November 2019
tl;dr: Regress tireline and height and project to the best ground plane near the car.
Overall impression
GPP generates artificial 2D landmarks with 3D bbox annotation. It purposefully predicts more attributes than needed to estimate 3D bbox (over-determined) and uses these predictions to from maximum consensus set of attributes, in a manner similar to RANSAC, making it more robust to outliers.
Key ideas
- Viewpoint (orientation) classes: 4 x 2. Depending on whether the central edge is on the left half or right half of 2D bbox (if local yaw is beyond 20 deg in a typical car).
- Ground Plane Polling:
- Given a plane candidate, get the projection of three tirelines. Form a virtual vertical backplane edge
- Find the nearest point on the backprojected ray of backplane edge top point to the virtual edge (in practice they do not intersect).
- 4 3D points form 6 edges pairs. The residual error of the 6 edges and real 3D length
- The best fit plane minimizes the residual loss
- Directly enforcing orthogonality led to most probable plane being discarded
- Discard the tireline corresponding to width of the car (only using side tireline) to enforce orthoganality
- Reconstruct the 3D bbox in a layer
Technical details
- RetinaNet backbone, classify into 8*K classes, 8 being the orientation class.
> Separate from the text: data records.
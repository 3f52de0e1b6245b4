"""What a line can be seated by and on, to choose from."""

from __future__ import annotations

from typing import TYPE_CHECKING, Final

from core.assembly.nodes import Part, walk
from core.assembly.seat import Anchor
from core.assembly.seats.datums import datums_of

if TYPE_CHECKING:
    from collections.abc import Iterator

    from core.assembly.assembly import Assembly

# Of a group the places of so many parts are listed; those of further ones are pointed at in the view.
MOST_PARTS_LISTED: Final = 60


def places_of(assembly: Assembly, key: str) -> tuple[tuple[str, Anchor], ...]:
    """Return the places of a line, and of the cuts in it, each with its name.

    Raises:
        EditRefused: no part or group has this key.
    """
    node = assembly.node(key)
    places = [(datum.name, Anchor(key, datum.name)) for datum in datums_of(node)]
    for cut in node.cuts if isinstance(node, Part) else ():
        places += [(f"{cut.name}: {datum.name}", Anchor(cut.key, datum.name)) for datum in datums_of(cut)]
    return tuple(places)


def own_places_of(assembly: Assembly, key: str) -> tuple[tuple[str, Anchor], ...]:
    """Return the places that a line can be seated by: its own, and of a group those of the first parts in it too.

    Raises:
        EditRefused: no part or group has this key.
    """
    node = assembly.node(key)
    places = [*places_of(assembly, key)]
    inner = [each for each, depth in walk((node,)) if depth and isinstance(each, Part)]
    for part in inner[:MOST_PARTS_LISTED]:
        places += [(f"{part.name}: {words}", anchor) for words, anchor in places_of(assembly, part.key)]
    return tuple(places)


def lines_to_seat_on(assembly: Assembly, key: str) -> Iterator[tuple[str, int, str]]:
    """Yield the lines that a line can be seated on: name, depth in the ledger, key.

    All are but the line itself and what is in it.
    """
    below: int | None = None
    for node, depth in walk(assembly.members):
        if below is not None and depth <= below:
            below = None
        if node.key == key:
            below = depth
        if below is None:
            yield node.name, depth, node.key


def said_place(assembly: Assembly, anchor: Anchor) -> str:
    """Return a place in words, such as "face +z of plate" or "the axis Spindle".

    Raises:
        EditRefused: no line has its key.
    """
    if not anchor.key:
        return f"the axis {anchor.datum}"
    return f"{anchor.datum} of {assembly.name_of_line(anchor.key)}"
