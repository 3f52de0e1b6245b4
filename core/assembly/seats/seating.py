"""Seating a line: what a person who picks two places means, and the edits that follow."""

from __future__ import annotations

import math
from dataclasses import replace
from typing import TYPE_CHECKING, Final

from core.assembly.seat import Facing, Seat
from core.assembly.seats.following import seated
from core.assembly.seats.standing import AGAINST, Standings

if TYPE_CHECKING:
    from core.arrays import FloatArray
    from core.assembly.assembly import Assembly
    from core.assembly.seat import Anchor

_QUARTER: Final = math.pi / 2
# rad: a turn this near to quarter turns is so many of them.
_ROUND_OFF: Final = 1e-9


def with_seat(assembly: Assembly, key: str, seat: Seat) -> Assembly:
    """Return the assembly with a line seated and standing there; what was typed for its pose is let go of.

    Raises:
        EditRefused: as `seated`, or no line has this key.
    """
    node = assembly.node(key)
    typed = tuple(pair for pair in node.typed if not pair[0].startswith(("position.", "turn.")))
    return seated(assembly.replaced(replace(node, seat=seat, typed=typed)))


def without_seat(assembly: Assembly, key: str) -> Assembly:
    """Return the assembly with a line that is seated no longer; it stays where it is.

    Raises:
        EditRefused: no line has this key.
    """
    node = assembly.node(key)
    typed = tuple(pair for pair in node.typed if not pair[0].startswith("seat."))
    return assembly.replaced(replace(node, seat=None, typed=typed))


def seat_as_it_stands(assembly: Assembly, key: str, moving: Anchor, target: Anchor) -> Seat:
    """Return the seat between two places that moves a line no more than it has to.

    Two faces (or rims) touch; anything else faces the way that is nearer to how the line stands. The line is turned
    about the direction as little as can be. An axis on an axis stays at its height.

    Raises:
        EditRefused: no line has this key, a place is not there, or it is on the wrong line.
    """
    node = assembly.node(key)
    standings = Standings(assembly)
    own, other = standings.datum(moving), standings.datum(target)
    tf_holder_moving = standings.first_copy(node) @ standings.own_frame(node, moving)
    tf_target_moving = standings.target_frame(node, target).inverse() @ tf_holder_moving
    assert own is not None
    assert other is not None
    facing: Facing = "along" if tf_target_moving.turn[2, 2] >= 0 else "against"
    if own.is_outward and other.is_outward:
        facing = "against"
    both_axes = own.kind == other.kind == "axis"
    offset = float(tf_target_moving.shift[2]) if both_axes else 0.0
    return Seat(moving, target, facing, offset, turn=_least_turn(tf_target_moving.turn, facing))


def moved_to(assembly: Assembly, key: str, moving: Anchor, target: Anchor) -> Assembly:
    """Return the assembly with a line seated by two places; one that is seated keeps its offset, aside and turn.

    Raises:
        EditRefused: as `seat_as_it_stands` and `seated`.
    """
    fresh = seat_as_it_stands(assembly, key, moving, target)
    old = assembly.node(key).seat
    if old is not None:
        fresh = replace(old, moving=moving, target=target, facing=fresh.facing)
    return with_seat(assembly, key, fresh)


def _least_turn(turn: FloatArray, facing: Facing) -> float:
    """Return the turn t in [−π, π] rad about z that brings the frames nearest: tr(turnᵀ·Rz(t)·F) is largest there."""
    back = (AGAINST if facing == "against" else AGAINST @ AGAINST) @ turn.T
    sine, cosine = back[0, 1] - back[1, 0], back[0, 0] + back[1, 1]
    if math.hypot(sine, cosine) < _ROUND_OFF:
        return 0.0
    angle = math.atan2(sine, cosine)
    quarters = round(angle / _QUARTER)
    return quarters * _QUARTER if abs(angle - quarters * _QUARTER) < _ROUND_OFF else angle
- Using RANSAC to create 22k ground plane candidates based on KITTI. This is with tight constraint (t = 2 cm) and very high probability of success (p = 0.999). In experiment, 10K planes are used.
- The plane is denoted by 4 numbers (as it is 4 DoF).
- Deep3Dbox cannot handle closeby objects well as the error goes up with very close distance.
Notes
- Maybe we can enforce all object within the image are on the ground. to make better prediction.
- The 2D/3D tight constraint looks invalid based on Fig. 5. Maybe not for closeby cars.